"We've just adjusted the hours a little bit," Sullivan said during a press briefing last week.
The new version is to be introduced at Tuesday's Assembly meeting, with a public hearing and debate at a later meeting.
The law, if passed, would make it illegal to sit or recline on a sidewalk downtown from 6 a.m. until late evening, with exceptions for things like medical emergencies or parades and demonstrations that have permits.
It would also prohibit panhandling downtown.
The revised ordinance extends the no-sitting provision later into the night on Fridays and Saturdays than the initial version -- until 2:30 a.m.-- to keep sidewalks clear for people downtown late on weekends, Sullivan said. On other nights, it would be OK to sit or recline on the sidewalks at midnight.
The idea for the law arose out of a homeless man's sit-down protest on sidewalks near City Hall. The protestor, John Martin, has been sitting or standing on a blanket either right in front of City Hall or across the street, off and on for months. He has said he's protesting the city's treatment of homeless people.
The administration wanted to remove him, but found there is no city law that forbids lying or sitting on a sidewalk, city officials have said.

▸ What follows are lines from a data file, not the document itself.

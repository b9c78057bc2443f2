"""What holds of every task: its example runs, its points lie in its working, its words can be printed."""

from __future__ import annotations

import re

import pytest
from tasks_help import in_a_row, read_part, solved

from authoring.faults import ContentError
from authoring.specs.prose import read_prose
from authoring.tasks.task import MODULES, task, tasks
from authoring.working.latex import to_latex
from authoring.working.text import to_text

EXAMPLES = {name: each.example for name, each in tasks().items()}


def test_the_registry_names_each_task_by_its_command_word() -> None:
    assert set(tasks()) == set(MODULES)
    for name, each in tasks().items():
        assert each.name == name
        assert name in each.fields.model_fields
        assert each.says and not each.says.endswith(".")
        assert each.fields.model_fields[name].description


def test_an_unknown_command_word_is_refused_with_the_nearest() -> None:
    with pytest.raises(ContentError) as caught:
        task("calculat")
    assert "'calculate'" in caught.value.full_message


@pytest.mark.parametrize("name", EXAMPLES)
def test_the_example_is_solved(name: str) -> None:
    part = solved(EXAMPLES[name])
    assert part.task == name
    assert part.marks == len(part.points) >= 1
    assert part.space >= 1
    entries = len(part.steps) or len([code for code, _ in part.rubric if code != "not"])
    assert all(0 <= point.line < entries and point.what for point in part.points)
    assert len({point.code for point in part.points}) == len(part.points)


@pytest.mark.parametrize("name", EXAMPLES)
def test_what_is_printed_can_be_printed(name: str) -> None:
    part = solved(EXAMPLES[name])
    for text in (part.ask, *part.notes, *(words for _, words in part.rubric)):
        prose, faults = read_prose(text)
        assert prose and not faults, text
        assert not re.search(r"[{}]|None|\(\)", text.replace("$Z_{eff}$", "")), text
    for node in (part.answer.node, *(step.line.chain for step in part.steps)):
        assert to_text(node).strip() and to_latex(node).strip()


@pytest.mark.parametrize("name", EXAMPLES)
def test_the_wording_the_notes_and_the_space_may_be_ones_own(name: str) -> None:
    own = EXAMPLES[name] + "  ask: [First words., Other words.]\n  notes: Mind this.\n  space: 7\n"
    parts = [solved(own, turn=turn) for turn in range(3)]
    assert [part.ask for part in parts] == ["First words.", "Other words.", "First words."]
    assert "Mind this." in parts[0].notes
    assert parts[0].space == 7


@pytest.mark.parametrize("name", EXAMPLES)
def test_a_key_that_is_not_known_is_refused(name: str) -> None:
    with pytest.raises(ValueError, match="colour"):
        read_part(EXAMPLES[name] + "  colour: red\n")


@pytest.mark.parametrize("name", [each for each in EXAMPLES if each != "explain"])
def test_an_unknown_quantity_is_refused(name: str) -> None:
    text = EXAMPLES[name].splitlines()
    text[0] = f"- {name}: effective nuclear chrage"
    with pytest.raises(ContentError) as caught:
        solved("\n".join(text))
    assert "'effective nuclear charge'" in caught.value.full_message


@pytest.mark.parametrize("name", EXAMPLES)
def test_more_marks_than_points_are_refused(name: str) -> None:
    text = re.sub(r"  marks: .*\n", "", EXAMPLES[name])
    with pytest.raises(ContentError, match="marks: 39"):
        solved(text + "  marks: 39\n")


@pytest.mark.parametrize("name", EXAMPLES)
def test_the_same_part_is_solved_alike_twice(name: str) -> None:
    assert solved(EXAMPLES[name]) == solved(EXAMPLES[name])


def test_a_part_continues_the_chain_over_an_explanation() -> None:
    first, _, third = in_a_row(
        "- calculate: S\n  of: V\n  electron: 4s\n",
        "- explain: why 3d screens 4s\n  rubric: [it lies further in]\n",
        "- calculate: effective nuclear charge\n",
    )
    assert first.answer.shown == "19.70"
    # 23 − 19.70, by hand
    assert [step.line.shown for step in third.steps] == ["3.30"]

It's unclear how or if new sidewalk rules would affect the more recent protest, Occupy Anchorage, in which people are demonstrating in Town Square Park across from City Hall. They've had a tent set up, a chair or two and a portable heater, along with signs.
Some have been maintaining the protest at Sixth Avenue and F Street throughout the night, said participant Tina Robinson, who said she was there all night Wednesday.
Sullivan said the sidewalk ordinance wouldn't affect protesters inside the park.
The park closes at 11 p.m. though. On Friday and Saturday nights, under the ordinance, it wouldn't be legal to do anything but stand on the sidewalks until 2:30 a.m., unless the protesters had a city permit.
Five Assembly members objected to the proposed sidewalk law when it came up at the July 26 Assembly meeting, and the new version doesn't satisfy some of their objections.
IS LAW NEEDED?
Assemblyman Paul Honeman questioned whether the law was needed at all. "In my opinion there really is no compelling public safety need for the sitting-on-the-sidewalk issue," Honeman said this week. Honeman is a retired policeman and is running for mayor against Sullivan.
Another criticism in July was that the sidewalk restrictions would only apply to downtown, and not other parts of the city, such as the Midtown business district. "It's defective," Midtown Assemblyman Dick Traini said in July.
"I'm still philosophically opposed if it only applies to downtown," Traini said this week. "How do you make one part of town more valuable than another?"
City Attorney Dennis Wheeler said Friday that he recommended the new version stick to downtown to avoid potential lawsuits and controversy "until we see how it works."
He said a sidewalk code provision in Los Angeles was struck down for being overly broad.
While Seattle has successfully applied sidewalk-sitting and lying restrictions to certain commercial zones, Wheeler said in Anchorage, it doesn't seem like there's the same level of pedestrian traffic outside of downtown.
Although Sullivan submitted the ordinance for the July 26 Assembly meeting, he asked at the time that the Assembly postpone a vote until September so the city Public Safety Advisory Commission could review it.
With one of the 11 Assembly members absent that night, the move to postpone the measure until September failed 5-5. Then the Assembly voted 9-1 to kill that version altogether.
But that doesn't mean the nine are against it. The vote left an opening for the administration to bring back a different ordinance with much the same purpose, and that's what Sullivan's done.
COMMISSION ENDORSES IT
The public safety commission, meantime, talked about the sidewalk restrictions at its August and September meetings and has passed a resolution supporting the original version, said chairwoman Sharon Chamard. The new version wasn't available at the time, she said. The resolution says, "... it is in the public interest to keep downtown sidewalks clear for the safe passage of pedestrians and those pedestrians with strollers or who are in wheelchairs..."
The main concern of the commission was to make sure it would be constitutional, which meant it should be limited to downtown, Chamard said.
"I was concerned personally, is this really a problem?" Chamard said. "I think the consensus of the commission was that it could become a problem. It's a big problem in other cities."
Assemblyman Ernie Hall, who supports the ordinance, said that for him, the proposal for a new law has never been about the one homeless protester parked in front of City Hall who inspired it.
"I've always seen this as getting ahead of that kind of situation," in which people sitting or lying on sidewalks would be a bigger problem, he said.
The Assembly member who was absent for the July and its 5-5 split, Jennifer Johnston, said she doesn't like "legislation that has been developed for one situation" -- the City Hall protester.
On the other hand, she said, "I'm interested in looking at it if it's something that's a matter of safety."